# Glycine Airman 'purist 24h' models



## crankcase

Hi folks,

I have been thinking about a Glycine Airman for the longest time, but the last time I posted about it (a couple of years ago) I was told that the main timekeeping is in 12h format, and only the GMT hand runs a 24h cycle. I did get a chance to confirm this for myself when I was travelling (I don't think there's a Glycine dealer in Singapore).

But since then I have learnt that there are some 'purist' 24h models, where everything runs on a 24h cycle, alongside the 12/24h GMT models. So my question is this: How do I identify which model is which? A lot of them have 24h markings on the main dial, but still have a 12/24h movement, which is incredibly confusing.

To be more specific, I am looking for a model with
1. 24h main timekeeping function
2. Rotating outer bezel for 2nd time zone
3. GMT hand
4. Date

Airman

Can anybody let me know which model(s) would meet my requirements? I have written to Glycine themselves with the same query, but I haven't heard back from them yet.

Any help is appreciated. Thanks!!


----------



## l3wy

The only ones I know of that had 2 24 hour hands (the main and the gmt) were the D24 models (double 24). I don't think any are currently in production, and I'm not finding any on ebay right now.


----------



## dxfx

Hi crankcase,

victoria.ang --AT-- dksh.com can tell you all the authorized Glycine dealers in Singapore -- but this will get you started:

Sincere Watch -- I suggest the one at Marina Bay Sands and the one at VivoCity

Watches of Switzerland (bought out by The Hour Glass late last year) -- check out the VivoCity one (note that the one at Center Point is closed for renovations) -- all the watch shops at VivoCity are clustered together

The Eastern Watch (you'll know more about watches than these guys, but your not there for advice) -- I suggest the one at 313 @ Somerset (313 Orchard Road)

Unfortunately it takes forever for the new stuff to show up in Singapore -- I haven't seen a DC 4 in Singapore yet... But I saw it in Switzerland recently and I don't think any of us can live without one ;-)

The good news is -- you can usually get pretty good prices in Singapore -- but I have found the best pricing for new Swiss watches from Authorized Dealers to consistently be from ADs in Italy -- it's also where I find great NOS.
Keep in mind the dealer won't charge VAT when they ship out of Europe, but you will pay 7% GST when you receive the package in Singapore (for packages with value over SGD $400.)

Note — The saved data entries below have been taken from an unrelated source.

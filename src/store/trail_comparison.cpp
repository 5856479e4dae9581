#include "store/trail_comparison.hpp"

#include <SQLiteCpp/Statement.h>

#include <algorithm>

namespace plumb::store {
namespace {

std::int64_t last_seq(SQLite::Database& db) {
  return db.execAndGet("SELECT coalesce(max(seq), 0) FROM audit_log").getInt64();
}

std::string hash_at(SQLite::Statement& q, std::int64_t seq) {
  q.reset();
  q.bind(1, seq);
  return q.executeStep() ? q.getColumn(0).getString() : std::string();
}

}  // namespace

TrailComparison compare_trails(SQLite::Database& first, SQLite::Database& second) {
  TrailComparison c;
  c.first_records = first.execAndGet("SELECT count(*) FROM audit_log").getInt64();
  c.second_records = second.execAndGet("SELECT count(*) FROM audit_log").getInt64();
  const std::int64_t first_last = last_seq(first), second_last = last_seq(second);
  SQLite::Statement a(first, "SELECT hash FROM audit_log WHERE seq = ?");
  SQLite::Statement b(second, "SELECT hash FROM audit_log WHERE seq = ?");
  c.first_last_hash = first_last ? hash_at(a, first_last) : std::string();
  c.second_last_hash = second_last ? hash_at(b, second_last) : std::string();
  // Largest n with equal hashes at n (0 when even the first records differ).
  std::int64_t lo = 0, hi = std::min(first_last, second_last);
  while (lo < hi) {
    const std::int64_t mid = lo + (hi - lo + 1) / 2;
    const std::string h = hash_at(a, mid);
    if (!h.empty() && h == hash_at(b, mid))
      lo = mid;
    else
      hi = mid - 1;
  }
  c.common = lo;
  SQLite::Statement after(first,
                          "SELECT table_name, count(*), min(at), max(at) FROM audit_log WHERE seq > ? "
                          "GROUP BY table_name ORDER BY table_name");
  after.bind(1, c.common);
  while (after.executeStep()) {
    c.first_only_by_table[after.getColumn(0).getString()] = after.getColumn(1).getInt64();
    const std::string from = after.getColumn(2).getString(), to = after.getColumn(3).getString();
    if (c.first_only_from.empty() || from < c.first_only_from) c.first_only_from = from;
    if (to > c.first_only_to) c.first_only_to = to;
  }
  return c;
}

std::optional<LabIdentity> lab_identity(SQLite::Database& db) {
  if (!db.tableExists("lab")) return std::nullopt;
  SQLite::Statement q(db, "SELECT name, created_at FROM lab WHERE id = 1");
  if (!q.executeStep()) return std::nullopt;
  return LabIdentity{q.getColumn(0).getString(), q.getColumn(1).getString()};
}

}  // namespace plumb::store
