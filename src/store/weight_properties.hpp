#pragma once
// What a lab stated about a reference weight's density and drift (schema/009_weight_properties.sql): one row per
// statement, the latest in force, every earlier one kept with who entered it and when.
#include <SQLiteCpp/Database.h>

#include <cstdint>
#include <optional>
#include <string>
#include <vector>

#include "core/decimal.hpp"
#include "core/units.hpp"
#include "store/recorder.hpp"

namespace plumb::store {

struct WeightProperties {
  std::int64_t id = 0;
  std::string weight_id;
  /// Exactly one of: an entered density with its standard uncertainty (kg/m3), or the OIML R 111 class whose
  /// density limits stand for it.
  std::optional<Decimal> density_kg_m3, u_density_kg_m3;
  std::optional<std::string> density_class;
  std::optional<ExactMass> drift;  ///< drift allowance D
  std::string by_name, recorded_at;
};

/// Every statement for the weight, oldest first.
std::vector<WeightProperties> weight_properties_history(SQLite::Database& db, const std::string& weight_id);
/// The statement in force (the latest), if any.
std::optional<WeightProperties> weight_properties_in_force(SQLite::Database& db, const std::string& weight_id);
std::int64_t add_weight_properties(Recorder& rec, const WeightProperties& p);

}  // namespace plumb::store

Most of the modern Airman collection is available as either a GMT or a "purest."

A purest will show you two 24-hour time zones (the second time zone with the outer bezel). 
A GMT shows you three time zones, the main hour hand runs in 12-hour time, the GMT hand is 24-hour and is used with the outer bezel for the third time zone.
The newer Quartz models are GMT only, the 1953 Limited Edition is purest only.
If your going to get a GMT -- I would really look at the GMT version of the DC 4. (I'm a purest guy myself...)

Easy for you to spot when looking at them -- the GMT has 4 hands (with one unmistakably looking like a GMT hand that you would find on most GMTs), the purests have 3 hands.
You can also tell by the model number -- but I'll leave that to Emre to explain 

As l3wy noted, only two models show more than two 24 hour time zones.
Both are limited editions and not in current production - the D 24 06 SST shows 3 time zones, the D 24 09 shows four (it has two adjustable bezels) -- here are mine, in the winder as I type this (the 06 on top).

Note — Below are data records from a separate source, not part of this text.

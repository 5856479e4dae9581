#pragma once
// The one place where plumb writes records. Every insert is mirrored in the audit trail with who,
// when, what and why, chained by SHA-256 so that a record changed behind plumb's back is detectable.
#include <SQLiteCpp/Database.h>
#include <SQLiteCpp/Statement.h>
#include <SQLiteCpp/Transaction.h>

#include <functional>
#include <map>
#include <memory>
#include <nlohmann/json.hpp>
#include <optional>
#include <span>
#include <string>
#include <vector>

#include "store/lab_key.hpp"
#include "store/row.hpp"
#include "store/table_schema.hpp"

namespace plumb::store {

struct Actor {
  std::string name;     ///< the printed name of the authenticated user (app/people/authenticate.hpp)
  std::string os_user;  ///< the operating-system account running plumb
  /// The user account (table users) that wrote; every record since user accounts has one.
  std::optional<std::int64_t> user_id{};
};

/// The OS account name of this process.
std::string current_os_user();
/// Current UTC time, ISO 8601 with seconds and a Z.
std::string utc_timestamp();

class RowGroup;

/// Rows and their audit record, computed but not yet written (Recorder::prepare_together). A batch import
/// prepares them on one thread while the database thread writes the ones before.
struct PreparedGroup {
  struct Insert {
    std::string table;
    std::vector<Row> rows;  ///< every key given
  };
  std::vector<Insert> inserts;  ///< in the order they were made
  std::int64_t seq = 0;         ///< the audit record's place in the chain
  std::string action, table, key, after_json, reason, prev_hash, hash;
};

class Recorder {
public:
 /// Reads the lab's signing key of the database file (store::key_path_for) first: a command that cannot sign
 /// its records is refused before it writes anything (InputError naming the key file). An in-memory database
 /// has no key; its records cannot be committed with commit().
 Recorder(SQLite::Database& db, Actor actor);

 /// Ends the command: signs a checkpoint covering every record written (store/checkpoints), then commits `tx`.
 /// Every command that writes records ends this way, so that the trail's end is always signed.
 void commit(SQLite::Transaction& tx);

 /// Inserts `row` into `table` and appends the audit record. `key_columns` name the primary key; a
 /// single integer key absent from `row` is taken from the new rowid. Returns the rowid.
 std::int64_t insert(const std::string& table, const Row& row, const std::vector<std::string>& key_columns,
                     const std::string& reason = "");

 /// Inserts rows that make one record together (a check run with its weights and readings) under one
 /// audit record (action "insert rows"): the trail then reads one entry per thing a person recorded, and
 /// a batch import does not write a trail record for every reading. `fill` inserts the rows.
 void insert_together(const std::string& reason, const std::function<void(RowGroup&)>& fill);
 /// insert_together in two steps: compute the rows (with their ids) and the audit record ...
 PreparedGroup prepare_together(const std::string& reason, const std::function<void(RowGroup&)>& fill);
 /// ... and write them. Groups are written in the order they were prepared.
 void write(const PreparedGroup& group);
 /// Several prepared groups at once, in order: each table's rows of all of them with multi-row INSERTs, then
 /// their audit records (a batch import writes a chunk of runs this way).
 void write(std::span<const PreparedGroup> groups);

 /// Batch mode, for a batch import inside one write transaction: the chain's tail and the next id of each
 /// of `tables` are read once and then kept in memory (the transaction holds the write lock, so nobody
 /// else can append), which lets prepare_together run on another thread without touching the database
 /// while this one writes. Only prepare_together and write may be used until end_batch.
 void begin_batch(const std::vector<std::string>& tables);
 void end_batch();

 [[nodiscard]] const Actor& actor() const { return actor_; }
 [[nodiscard]] const std::string& now() const { return now_; }

private:
  friend class RowGroup;
  /// An INSERT of `rows` rows prepared for one table and one list of columns, with what each column must hold.
  struct Writer {
    std::string table;
    std::size_t rows = 1;
    std::vector<std::string> columns;
    std::vector<Value::Kind> kinds;  ///< per column of `columns`: integer or text (NULL is always allowed)
    std::unique_ptr<SQLite::Statement> insert;
  };

  // Computing (no database access in batch mode).
  const TableSchema& schema(const std::string& table);
  std::int64_t next_rowid(const std::string& table);
  std::pair<std::int64_t, std::string> chain_tail();
  /// Appends `row` as the trail records it: a JSON object of every column (unmentioned columns with their
  /// literal defaults, the rowid of an integer key), built from the values given, not read back.
  void append_recorded(const TableSchema& schema, const Row& row, std::int64_t rowid, std::string& recorded);
  [[nodiscard]] std::string audit_hash_of(const PreparedGroup& g) const;
  /// Places the record after the chain's tail: its seq, previous hash and hash.
  void chain(PreparedGroup& g);

  // Writing (the database thread).
  Writer& writer(const std::string& table, const Row& row, std::size_t rows);
  void bind_row(Writer& w, const Row& row, std::size_t first_parameter);
  /// Inserts rows, consecutive rows with the same columns several to a statement.
  void write_rows(const std::string& table, std::span<const Row* const> rows);
  /// Appends the groups' audit records, several to a statement.
  void write_audits(std::span<const PreparedGroup> groups);
  /// A prepared statement for `sql`, reset for reuse.
  SQLite::Statement& statement(const std::string& sql);

  SQLite::Database& db_;
  Actor actor_;
  std::optional<LabKey> key_;
  std::int64_t first_seq_ = 0;  ///< the first audit record this Recorder wrote (0: none yet)
  std::string now_;  ///< one timestamp for the whole command
  std::map<std::string, std::unique_ptr<SQLite::Statement>> statements_;
  std::map<std::string, TableSchema> schemas_;
  /// A batch import inserts millions of rows with a handful of distinct statements; preparing each one
  /// anew would cost more than the insert.
  std::vector<std::unique_ptr<Writer>> writers_;
  std::map<std::size_t, std::unique_ptr<SQLite::Statement>> audit_inserts_;  ///< by the number of records
  bool batch_ = false;
  std::int64_t tail_seq_ = 0;  ///< batch mode: the chain's last record
  std::string tail_hash_;
  std::map<std::string, std::int64_t> next_rowid_;  ///< batch mode: per table; otherwise within one group
};

/// The rows of one Recorder::insert_together call.
class RowGroup {
public:
  /// As Recorder::insert, without an audit record of its own: the group's record covers the row. An integer
  /// key that is not given is assigned here (the next rowid), so the id is known before anything is written.
  std::int64_t insert(const std::string& table, Row row, const std::vector<std::string>& key_columns);
  /// Several rows of one table with the same columns and every key column given (readings): written
  /// several to a statement, which is what makes a batch import of millions of readings affordable.
  void insert_rows(const std::string& table, std::vector<Row> rows);

private:
  friend class Recorder;
  explicit RowGroup(Recorder& rec) : rec_(rec) { blocks_.reserve(4); }
  /// A table's rows as the trail records them: the column names once, then each row's values.
  struct Block {
    std::string table;
    const TableSchema* schema = nullptr;
    std::vector<std::string> given;  ///< the columns each row gives, in order
    std::vector<const ColumnSchema*> left;  ///< schema columns the rows leave to SQLite (default or rowid)
    std::string rows;  ///< "[..],[..]"
  };
  void record(const std::string& table, const Row& row, std::int64_t rowid);
  Recorder& rec_;
  PreparedGroup group_;
  std::vector<Block> blocks_;
};

/// SHA-256 of `text` as lowercase hex (OpenSSL libcrypto).
std::string sha256_hex(std::string_view text);

/// The current row of `row` as a JSON object, column -> integer, text, real or null (a blob becomes
/// "blob:" and its SHA-256).
nlohmann::json row_json(SQLite::Statement& row);

/// Texts longer than this are recorded in the trail by their SHA-256 instead of a copy (stored results,
/// certificate content): the table holds the text, the digest proves it unchanged, and the trail does not
/// double the size of the database.
constexpr std::size_t long_text_bytes = 256;
/// Whether a stored value is what the trail recorded (a copy, or the SHA-256 of a long text).
bool matches_recorded(const nlohmann::json& recorded, const nlohmann::json& stored);

/// The hash of an audit record: SHA-256 over the previous hash and the canonical JSON of the record.
std::string audit_hash(const std::string& prev_hash, const nlohmann::json& record);

/// The fields of an audit record that its hash covers.
struct AuditContent {
  std::int64_t seq = 0;
  std::string_view at, os_user, actor, action, table_name, row_key;
  const std::string* before_json = nullptr;  ///< null: none
  const std::string* after_json = nullptr;   ///< null: none
  const std::string* reason = nullptr;       ///< null: none
  std::optional<std::int64_t> user_id;       ///< absent (and not hashed) on records from before user accounts
};
/// The canonical JSON of a record's content, byte for byte what nlohmann::json::dump() writes for the same
/// object (keys sorted), so that audit_hash(prev, that object) == SHA-256 of prev + "\n" + this text.
std::string canonical_audit_json(const AuditContent& c);
/// The same, appended to `out`.
void append_canonical_audit_json(std::string& out, const AuditContent& c);

}  // namespace plumb::store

There are two D 24 09's for sale right now (both used) -- one on eBay (44/300) and another on Chrono24

Hope this helps, and you'll be looking at your new Airman soon 










Sent from my iPad using Tapatalk


----------



## dxfx

BTW -- Glycine and some authorized service centers can convert a GMT to a purest for you


Sent from my iPad using Tapatalk


----------



## Dennis Smith

It's a bit confusing when you ask for a purist 24 hour watch with a GMT hand. Do you really want TWO 24 hour hands? Glycine has made a couple double 24 watches but it's a rare thing. With almost every Airman, you either get a 12/GTM or a 24 purist.


----------



## crankcase

Thanks for the responses. I did think it was possible to get a purist 24 hour movement with an additional GMT hand (i.e. showing 3 time zones in total when you include the rotating outer bezel). But I'm gathering from the above that Glycine don't make such a watch any more.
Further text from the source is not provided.